Derivatives manipulations and retail investors in India

Post on: 10 Апрель, 2015 No Comment

Derivatives manipulations and retail investors in India

Working on a paper for an event in IIMB. Puttin here the abstract of it. The paper is titled Derivatives, manipulations and retail investors in India

Today the institutional investors and high net individuals dominate the Indian capital market scenario. The participation of the retail investors in the capital markets is limited. The reason could be traced back to a lot of incidents in the past where retail investors were hit badly and lost confidence in the capital markets. Typical incidences include Harshad Metha scam, Kethan Parek scam, UTI64 debacle and more recently the Manic Monday.

In order to make Indian capital market a true financial powerhouse participation of retail investors is crucial. SEBI and the government have come up with a lot of actions to control manipulations, encourage retail investors to participate and to improve liquidity. Things like introduction of derivatives, MAPIN, reduction in capital gain taxes, allowing banks to invest in markets, transaction tax to discourage speculation and a lot more are positive signs.

Indian capital markets have been hailed for its constant reforms and introduction of new instruments among the developing nations. Introduction of derivatives was one among them. There is no doubt it has improved liquidity in our markets. But has it improved enough liquidity to make sure they (derivatives) themselves dont become an instrument of manipulation.

Derivatives manipulations and retail investors in India

Now when sensex is roaring and when retail investors want to take part what stands in-between? Today manipulations of size of harshad metha or ketan may not be that easy with the restrictions and discipline brought by SEBI. But even now manipulations of small magnitude and duration are done by the big speculators every day. There is nothing illegal about it. The reason they happen is due to the lack of liquidity and availability of more instruments for manipulation. These are the biggest dangers that stand before a retail investor. These can hit them very badly day on day and more importantly they may not even come know what happened.

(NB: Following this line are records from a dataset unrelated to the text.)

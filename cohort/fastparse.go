package cohort

import (
	"bufio"
	"bytes"
	"encoding/csv"
	"errors"
	"fmt"
	"io"
	"math"
	"runtime"
	"strconv"
	"strings"
	"sync"
	"time"
)

// The body of a table (everything after its first window) is parsed in chunks of whole lines,
// in parallel, and merged in file order, so the result is the same whatever the chunk size and
// the number of cores. A chunk without quote characters is split by hand; a chunk with quotes is
// extended until its quotes pair up and is parsed by encoding/csv.

// chunkSize is the number of bytes read per chunk (extended to the end of a line); tests set it
// small to cut tables into many chunks.
var chunkSize = 4 << 20

// parseSpec is what a worker needs to parse rows of one file; it is read-only.
type parseSpec struct {
	file   string
	header []string
	roles  roles
	delim  rune
	nf     int // features
}

// parsedChunk holds a chunk's rows column by column.
type parsedChunk struct {
	seq        int
	ids, waves []string
	ords       []int64
	kinds      []byte // 'i' integer, 't' time
	vals       []float64
	labels     []string
	lines      []int32
	cells      []orderCell // order cell text and column of the first row, and of the first row of another kind
	err        error       // first error in the chunk, positioned
}

type orderCell struct {
	row  int
	text string
	col  int
}

func (c *parsedChunk) rows() int { return len(c.lines) }

// parseBody reads the rest of br in chunks, parses them on all cores, and hands each chunk to
// merge in order. firstLine is the line number of the first line in br.
func (r *reader) parseBody(br *bufio.Reader, spec *parseSpec, firstLine int, merge func(*parsedChunk) error) error {
	type job struct {
		seq   int
		data  []byte
		line  int
		quote bool
	}
	workers := runtime.GOMAXPROCS(0)
	jobs := make(chan job, workers)
	results := make(chan *parsedChunk, workers)
	stop := make(chan struct{})
	var wg sync.WaitGroup
	for w := 0; w < workers; w++ {
		wg.Add(1)
		go func() {
			defer wg.Done()
			for j := range jobs {
				c := &parsedChunk{seq: j.seq}
				if j.quote {
					spec.parseQuoted(j.data, j.line, c)
				} else {
					spec.parsePlain(j.data, j.line, c)
				}
				select {
				case results <- c:
				case <-stop:
					return
				}
			}
		}()
	}
	readErr := make(chan error, 1)
	go func() {
		defer close(jobs)
		line, seq := firstLine, 0
		ch := &chunker{br: br}
		for {
			data, quote, err := ch.next()
			if len(data) > 0 {
				select {
				case jobs <- job{seq, data, line, quote}:
				case <-stop:
					readErr <- nil
					return
				}
				line += bytes.Count(data, []byte{'\n'})
				seq++
				r.progress()
			}
			if err != nil {
				if errors.Is(err, io.EOF) {
					err = nil
				}
				readErr <- err
				return
			}
		}
	}()
	go func() { wg.Wait(); close(results) }()
	pending := map[int]*parsedChunk{}
	next := 0
	var failed error
	for c := range results {
		if failed != nil {
			continue
		}
		pending[c.seq] = c
		for {
			c, ok := pending[next]
			if !ok {
				break
			}
			delete(pending, next)
			next++
			if err := r.ctx.Err(); err != nil {
				failed = err
			} else if c.err != nil {
				failed = c.err
			} else if err := merge(c); err != nil {
				failed = err
			}
			if failed != nil {
				close(stop)
				break
			}
		}
	}
	if err := <-readErr; err != nil && failed == nil {
		failed = r.gzipOrIO(spec.file, err)
	}
	return failed
}

// chunker cuts a stream into chunks of whole lines; when a chunk holds quotes it is extended
// until they pair up, so that no quoted field is cut.
type chunker struct {
	br   *bufio.Reader
	rest []byte // the start of a line carried over from the previous chunk
}

func (ch *chunker) next() ([]byte, bool, error) {
	buf := make([]byte, chunkSize)
	n := copy(buf, ch.rest)
	m, err := io.ReadFull(ch.br, buf[n:])
	buf = buf[:n+m]
	if errors.Is(err, io.ErrUnexpectedEOF) {
		err = io.EOF
	}
	ch.rest = nil
	if err == nil {
		if cut := bytes.LastIndexByte(buf, '\n'); cut >= 0 {
			ch.rest = append([]byte(nil), buf[cut+1:]...)
			buf = buf[:cut+1]
		} else { // one line longer than a chunk: read to its end
			for {
				line, lerr := ch.br.ReadSlice('\n')
				buf = append(buf, line...)
				if !errors.Is(lerr, bufio.ErrBufferFull) {
					err = lerr
					break
				}
			}
		}
	}
	quotes := bytes.Count(buf, []byte{'"'})
	for quotes%2 == 1 && err == nil { // inside a quoted field: read on to where it closes
		if len(ch.rest) > 0 {
			buf = append(buf, ch.rest...)
			quotes += bytes.Count(ch.rest, []byte{'"'})
			ch.rest = nil
			continue
		}
		line, lerr := ch.br.ReadSlice('\n')
		buf = append(buf, line...)
		quotes += bytes.Count(line, []byte{'"'})
		if lerr != nil && !errors.Is(lerr, bufio.ErrBufferFull) {
			err = lerr
		}
	}
	if errors.Is(err, io.EOF) && len(ch.rest) > 0 {
		buf = append(buf, ch.rest...)
		ch.rest = nil
	}
	return buf, quotes > 0, err
}

// parsePlain parses lines without quotes: fields are split at the delimiter.
func (s *parseSpec) parsePlain(data []byte, line int, c *parsedChunk) {
	rows := bytes.Count(data, []byte{'\n'}) + 1
	c.vals = make([]float64, 0, rows*s.nf)
	c.ids = make([]string, 0, rows)
	c.ords = make([]int64, 0, rows)
	c.kinds = make([]byte, 0, rows)
	c.lines = make([]int32, 0, rows)
	fields := make([][]byte, 0, len(s.header))
	starts := make([]int, 0, len(s.header))
	for len(data) > 0 {
		end := bytes.IndexByte(data, '\n')
		var ln []byte
		if end < 0 {
			ln, data = data, nil
		} else {
			ln, data = data[:end], data[end+1:]
		}
		ln = bytes.TrimSuffix(ln, []byte{'\r'})
		if len(ln) == 0 {
			line++
			continue // blank lines are skipped, as encoding/csv does
		}
		fields, starts = fields[:0], starts[:0]
		for start := 0; ; {
			i := bytes.IndexByte(ln[start:], byte(s.delim))
			if i < 0 {
				fields = append(fields, ln[start:])
				starts = append(starts, start+1)
				break
			}
			fields = append(fields, ln[start:start+i])
			starts = append(starts, start+1)
			start += i + 1
		}
		if len(fields) != len(s.header) {
			c.err = &InputError{File: s.file, Line: line, Msg: "row has a different number of fields than the header; fix the row or quote fields that contain the delimiter", Err: ErrRagged}
			return
		}
		if !s.addRow(c, line, func(i int) string { return string(fields[i]) }, func(i int) int { return starts[i] }, func(i int) []byte { return fields[i] }) {
			return
		}
		line++
	}
}

// parseQuoted parses a chunk that holds quotes with encoding/csv.
func (s *parseSpec) parseQuoted(data []byte, line int, c *parsedChunk) {
	cr := csv.NewReader(bytes.NewReader(data))
	cr.Comma = s.delim
	cr.FieldsPerRecord = len(s.header)
	cr.ReuseRecord = true
	for {
		rec, err := cr.Read()
		if err == io.EOF {
			return
		}
		if err != nil {
			var pe *csv.ParseError
			if errors.As(err, &pe) {
				pe.StartLine += line - 1
				pe.Line += line - 1
			}
			c.err = (&reader{}).csvError(s.file, err)
			return
		}
		l, _ := cr.FieldPos(0)
		if !s.addRow(c, l+line-1, func(i int) string { return rec[i] }, func(i int) int { _, col := cr.FieldPos(i); return col }, func(i int) []byte { return []byte(rec[i]) }) {
			return
		}
	}
}

// addRow parses one row's cells into the chunk; on a bad cell it records the error and returns false.
func (s *parseSpec) addRow(c *parsedChunk, line int, cell func(int) string, col func(int) int, raw func(int) []byte) bool {
	ro := s.roles
	idb := bytes.TrimSpace(raw(ro.id))
	if len(idb) == 0 {
		c.err = &InputError{File: s.file, Line: line, Column: col(ro.id), Field: s.header[ro.id], Msg: "participant id is empty; fill it in or remove the row", Err: ErrMissingID}
		return false
	}
	id := ""
	if n := len(c.ids); n > 0 && c.ids[n-1] == string(idb) { // no allocation for a repeated id
		id = c.ids[n-1]
	} else {
		id = string(idb)
	}
	wave := ""
	if ro.wave >= 0 {
		wave = strings.TrimSpace(cell(ro.wave))
		if n := len(c.waves); n > 0 && c.waves[n-1] == wave {
			wave = c.waves[n-1]
		}
	}
	var ord int64
	kind := byte(0)
	if ro.order >= 0 {
		text := cell(ro.order)
		v, k, ok := parseOrderCell(text)
		if !ok {
			c.err = &InputError{File: s.file, Line: line, Column: col(ro.order), Field: s.header[ro.order], Msg: fmt.Sprintf("%q is neither an integer nor an ISO-8601 time such as 2026-03-01T08:30:00; fix the cell", text), Err: ErrOrder}
			return false
		}
		ord, kind = v, k
		if len(c.kinds) == 0 || (kind != c.kinds[0] && len(c.cells) == 1) {
			c.cells = append(c.cells, orderCell{row: len(c.lines), text: text, col: col(ro.order)})
		}
	}
	for _, fc := range ro.features {
		v, err := parseNumberBytes(raw(fc), s.delim == ';')
		if err != nil {
			c.err = &InputError{File: s.file, Line: line, Column: col(fc), Field: s.header[fc], Msg: numberMsg(cell(fc), s.delim, err), Err: err}
			return false
		}
		c.vals = append(c.vals, v)
	}
	c.ids = append(c.ids, id)
	if ro.wave >= 0 {
		c.waves = append(c.waves, wave)
	}
	c.ords = append(c.ords, ord)
	c.kinds = append(c.kinds, kind)
	c.lines = append(c.lines, int32(min(line, math.MaxInt32)))
	if ro.label >= 0 {
		c.labels = append(c.labels, strings.TrimSpace(cell(ro.label)))
	}
	return true
}

// parseOrderCell reads an order cell: an integer ('i') or an ISO-8601 time ('t', Unix ns).
func parseOrderCell(cell string) (int64, byte, bool) {
	s := strings.TrimSpace(cell)
	if v, err := strconv.ParseInt(s, 10, 64); err == nil {
		return v, 'i', true
	}
	for _, layout := range timeLayouts {
		if t, err := time.Parse(layout, s); err == nil {
			return t.UnixNano(), 't', true
		}
	}
	return 0, 0, false
}

// pow10 holds the powers of ten that are exact in float64.
var pow10 = [...]float64{1e0, 1e1, 1e2, 1e3, 1e4, 1e5, 1e6, 1e7, 1e8, 1e9, 1e10, 1e11, 1e12, 1e13, 1e14, 1e15, 1e16, 1e17, 1e18, 1e19, 1e20, 1e21, 1e22}

// parseNumberBytes is parseNumber with a fast path for plain decimals: when the digits form an
// integer below 2⁵³ with at most 22 decimals, m / 10ᶠ of two exact floats is correctly rounded
// (Clinger 1990, How to read floating point numbers accurately, PLDI), the same as
// strconv.ParseFloat. Everything else goes through parseNumber.
func parseNumberBytes(b []byte, decimalComma bool) (float64, error) {
	i, neg := 0, false
	for i < len(b) && b[i] == ' ' {
		i++
	}
	if i < len(b) && (b[i] == '-' || b[i] == '+') {
		neg = b[i] == '-'
		i++
	}
	var m uint64
	digits, frac := 0, -1
	j := i
	for ; j < len(b); j++ {
		ch := b[j]
		if ch >= '0' && ch <= '9' {
			m = m*10 + uint64(ch-'0')
			digits++
			if frac >= 0 {
				frac++
			}
			continue
		}
		if (ch == '.' || (ch == ',' && decimalComma)) && frac < 0 {
			frac = 0
			continue
		}
		break
	}
	k := j
	for k < len(b) && b[k] == ' ' {
		k++
	}
	if digits == 0 || digits > 15 || k != len(b) || frac == 0 {
		return parseNumber(string(b), decimalComma)
	}
	v := float64(m)
	if frac > 0 {
		v /= pow10[frac]
	}
	if neg {
		v = -v
	}
	if math.Abs(v) > maxMagnitude {
		return 0, ErrNonFinite
	}
	return v, nil
}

The paper looks at the impact of the introduction of derivative in India in 2001, has it brought in the liquidity needed to our markets? And how it has enabled manipulations. The paper also looks at a particular short-term pattern of activity in futures market and equity market together and tries to bring out one way of how short-term manipulations are done using derivatives. How this could be dangerous for a retail investor and how it can be avoided thus making the place safe for retail investors. This would improve the all important retail participation, which will make our capital markets a real financial powerhouse.